(Data to use)
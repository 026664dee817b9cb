package hammerstep.sim.station;

import hammerstep.joint.FinalTorque;
import hammerstep.joint.JointMonitor;
import hammerstep.joint.JointProgram;
import hammerstep.joint.Verdict;
import hammerstep.results.JointOutcome;
import hammerstep.results.MemoryOutbox;
import hammerstep.results.OutboxResultSink;
import hammerstep.results.PartOutcome;
import hammerstep.results.ResultSink;
import hammerstep.results.StationId;
import hammerstep.sequence.Acknowledge;
import hammerstep.sequence.AfterNoGo;
import hammerstep.sequence.Order;
import hammerstep.sequence.Pattern;
import hammerstep.sequence.Sequence;
import hammerstep.station.PartIdentity;
import hammerstep.station.VirtualClock;
import hammerstep.station.loop.RecordingListener;
import org.junit.jupiter.api.Test;
import org.junit.jupiter.params.ParameterizedTest;
import org.junit.jupiter.params.provider.ValueSource;

import java.time.Instant;
import java.util.ArrayList;
import java.util.List;
import java.util.Map;

import static org.assertj.core.api.Assertions.assertThat;

class SimulatedStationTest {

    private static final double RATE = 20_000;

    private static JointProgram program(String id, double min, double target, double max, double shutoff, int rehit) {
        return new JointProgram(id, "", new JointProgram.Torque(min, target, max), FinalTorque.MAX_PEAK,
                new JointProgram.Blows(20, 10, 1, 60, 7.5), new JointProgram.Rundown(10, 150, 5000), shutoff, rehit);
    }

    private static final Pattern HUB = new Pattern("hub-5", "", List.of("1", "2", "3", "4", "5"), List.of(
            new Pattern.Pass("snug", program("snug", 40, 60, 90, 55, 0), Order.cross(5), 3, Acknowledge.OPERATOR,
                    AfterNoGo.REJECT),
            new Pattern.Pass("final", program("final", 150, 165, 190, 160, 1), Order.cross(5), 2,
                    Acknowledge.OPERATOR, AfterNoGo.REJECT)));

    private final RecordingListener reports = new RecordingListener();
    private final List<JointOutcome> joints = reports.joints;
    private final List<PartOutcome> parts = reports.parts;
    private final List<Throwable> errors = new ArrayList<>();

    private SimulatedStation build(Habits habits, long seed, boolean confirm, int count) {
        VirtualClock clock = new VirtualClock(Instant.parse("2026-03-02T06:00:00Z"));
        VirtualStation hw = new VirtualStation(new StepTool(5, RATE, 25, 400, 3300),
                new VirtualStation.Fixture(5, true, confirm, 0), RATE, 64, 16, 1_200_000_000L);
        long[] ids = {0};
        ResultSink sink = new OutboxResultSink(new MemoryOutbox(), new StationId("s", "l", "t"),
                () -> "j" + ids[0]++, new VirtualClock(Instant.EPOCH));
        List<PartIdentity> list = new ArrayList<>();
        for (int i = 0; i < count; i++) {
            list.add(new PartIdentity("SN-" + (100 + i), "HX"));
        }
        return new SimulatedStation(clock, hw, sink, Map.of("HX", HUB), new Sequence.Settings("TQ-SIM", null, 1500),
                JointMonitor.replayConditioning(HUB.passes().get(0).program()), 1_000_000_000L, habits, list, seed,
                reports, errors::add);
    }

    private void run(SimulatedStation s) {
        long limit = 3_600_000_000_000L;
        while (!s.finished() && s.nowNs() < limit) {
            s.step();
        }
        assertThat(s.finished()).as("operator finished within an hour of virtual time").isTrue();
        assertThat(errors).isEmpty();
    }

    @Test
    void aCarefulOperatorFinishesEveryPartGoWithNoBlowAfterShutoff() {
        SimulatedStation s = build(Habits.careful(), 1, true, 3);
        run(s);
        assertThat(parts).hasSize(3).allSatisfy(p -> assertThat(p.verdict()).isEqualTo("GO"));
        assertThat(joints).hasSize(30).allSatisfy(j -> {
            assertThat(j.result().verdict()).isEqualTo(Verdict.GO);
            assertThat(j.result().blowsAfterShutoff()).isZero();
        });
        assertThat(joints.subList(0, 5)).extracting(JointOutcome::positionIndex).containsExactly(1, 3, 5, 2, 4);
        assertThat(s.agent().inputStage().gapsOutsideRundowns() + s.agent().inputStage().gapsDuringRundowns())
                .as("data gaps in a simulated shift whose station keeps up").isZero();
    }

    @ParameterizedTest(name = "seed {0}")
    @ValueSource(longs = {1, 2, 3, 4, 5, 6, 7, 8})
    void anOperatorWithMistakesStillEndsEveryPartAndNoGoPartIsCalledGo(long seed) {
        Habits sloppy = new Habits(400, 700, 150, 4000, 5000, 0.1, 0.1, 0.15, 0.1, 0.2, 6000);
        SimulatedStation s = build(sloppy, seed, seed % 2 == 0, 3);
        run(s);
        assertThat(parts).hasSize(3);
        assertThat(s.operator().mistakes()).isPositive();
        for (PartOutcome p : parts) {
            List<JointOutcome> mine = joints.stream().filter(j -> j.partSerial().equals(p.partSerial())).toList();
            if (p.verdict().equals("GO")) {
                for (Pattern.Pass pass : HUB.passes()) {
                    for (int pos = 1; pos <= 5; pos++) {
                        int position = pos;
                        JointOutcome last = mine.stream()
                                .filter(j -> j.pass().equals(pass.name()) && j.positionIndex() == position)
                                .reduce((a, b) -> b).orElseThrow();
                        assertThat(last.result().verdict()).isEqualTo(Verdict.GO);
                    }
                }
            }
        }
        assertThat(joints).allSatisfy(j -> assertThat(j.result().blowsAfterShutoff()).isZero());
    }

    @Test
    void theSameSeedGivesTheSameResults() {
        Habits sloppy = new Habits(400, 700, 150, 4000, 5000, 0.1, 0.1, 0.15, 0.1, 0.2, 6000);
        run(build(sloppy, 42, false, 2));
        List<String> first = joints.stream().map(j -> j.positionIndex() + ":" + j.result().finalTorqueNm()).toList();
        joints.clear();
        parts.clear();
        run(build(sloppy, 42, false, 2));
        assertThat(joints.stream().map(j -> j.positionIndex() + ":" + j.result().finalTorqueNm()).toList())
                .isEqualTo(first);
    }
}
(End Data to use)
# Directions
Nothing but the lines from the one containing "joints.clear();" through the last line of the data above should be given again, each exactly as it stands.

# Solution for this problem
        joints.clear();
        parts.clear();
        run(build(sloppy, 42, false, 2));
        assertThat(joints.stream().map(j -> j.positionIndex() + ":" + j.result().finalTorqueNm()).toList())
                .isEqualTo(first);
    }
}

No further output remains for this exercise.